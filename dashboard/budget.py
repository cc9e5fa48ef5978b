"""What the page says about where the error of kappa comes from."""

from __future__ import annotations

from collections.abc import Mapping
from typing import Any

from dashboard.residual import PRINTED_FROM_PAIR, is_blinded, unit
from dashboard.words import NB, decimals_of, fixed

SMALL = 0.05  # of the whole error: lines below it are told in one sentence
_NAMES = {
    "smooth drift, missing visits": "slow drift and missing visits",
    "source beyond counting": "the source",
}


def budget_view(feed: Mapping[str, Any]) -> dict[str, Any] | None:
    """Return the lines of the error budget, largest first, and what would make the largest one smaller.

    None while the run is blinded, or too young for an error bar to be printed.
    """
    found, kappa = feed.get("budget"), feed["kappa"]
    if is_blinded(feed) or not found or not found["total_se"] or kappa["pairs"] < PRINTED_FROM_PAIR:
        return None
    total = found["total_se"]
    own = sorted((line for line in found["lines"] if line["kind"] != "part"), key=lambda line: -line["value"])
    large = [line for line in own if line["value"] > SMALL * total]
    return {
        "lines": [_line(line, kappa, total) for line in large],
        "says": [
            *_rest(own, large),
            *(f"To make it smaller: {line['halve']}" for line in own[:1]),
        ],
    }


def _line(line: Mapping[str, Any], kappa: Mapping[str, Any], total: float) -> dict[str, Any]:
    return {
        "name": _name(line),
        "value": f"±{NB}{_in_unit(line['value'], kappa)}",
        "percent": round(100 * min(line["value"] / total, 1.0), 1),
    }


def _rest(own: list[dict[str, Any]], large: list[dict[str, Any]]) -> list[str]:
    small = [_name(line) for line in own if line not in large]
    return [f"Below a twentieth of the whole: {'; '.join(small)}."] if small else []


def _name(line: Mapping[str, Any]) -> str:
    return _NAMES.get(line["name"], line["name"])


def _in_unit(value: float, kappa: Mapping[str, Any]) -> str:
    scale = unit(kappa)[0]
    return fixed(value / scale, decimals_of(value / scale))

#####

Nothing in the records may be left out; copy them all exactly.

RESPONSE FOR THIS EXERCISE:
filename dashboard/budget.py
repository cc9e5fa48ef5978b
"""What the page says about where the error of kappa comes from."""

from __future__ import annotations

from collections.abc import Mapping
from typing import Any

from dashboard.residual import PRINTED_FROM_PAIR, is_blinded, unit
from dashboard.words import NB, decimals_of, fixed

SMALL = 0.05  # of the whole error: lines below it are told in one sentence
_NAMES = {
    "smooth drift, missing visits": "slow drift and missing visits",
    "source beyond counting": "the source",
}


def budget_view(feed: Mapping[str, Any]) -> dict[str, Any] | None:
    """Return the lines of the error budget, largest first, and what would make the largest one smaller.

    None while the run is blinded, or too young for an error bar to be printed.
    """
    found, kappa = feed.get("budget"), feed["kappa"]
    if is_blinded(feed) or not found or not found["total_se"] or kappa["pairs"] < PRINTED_FROM_PAIR:
        return None
    total = found["total_se"]
    own = sorted((line for line in found["lines"] if line["kind"] != "part"), key=lambda line: -line["value"])
    large = [line for line in own if line["value"] > SMALL * total]
    return {
        "lines": [_line(line, kappa, total) for line in large],
        "says": [
            *_rest(own, large),
            *(f"To make it smaller: {line['halve']}" for line in own[:1]),
        ],
    }


def _line(line: Mapping[str, Any], kappa: Mapping[str, Any], total: float) -> dict[str, Any]:
    return {
        "name": _name(line),
        "value": f"±{NB}{_in_unit(line['value'], kappa)}",
        "percent": round(100 * min(line["value"] / total, 1.0), 1),
    }


def _rest(own: list[dict[str, Any]], large: list[dict[str, Any]]) -> list[str]:
    small = [_name(line) for line in own if line not in large]
    return [f"Below a twentieth of the whole: {'; '.join(small)}."] if small else []


def _name(line: Mapping[str, Any]) -> str:
    return _NAMES.get(line["name"], line["name"])


def _in_unit(value: float, kappa: Mapping[str, Any]) -> str:
    scale = unit(kappa)[0]
    return fixed(value / scale, decimals_of(value / scale))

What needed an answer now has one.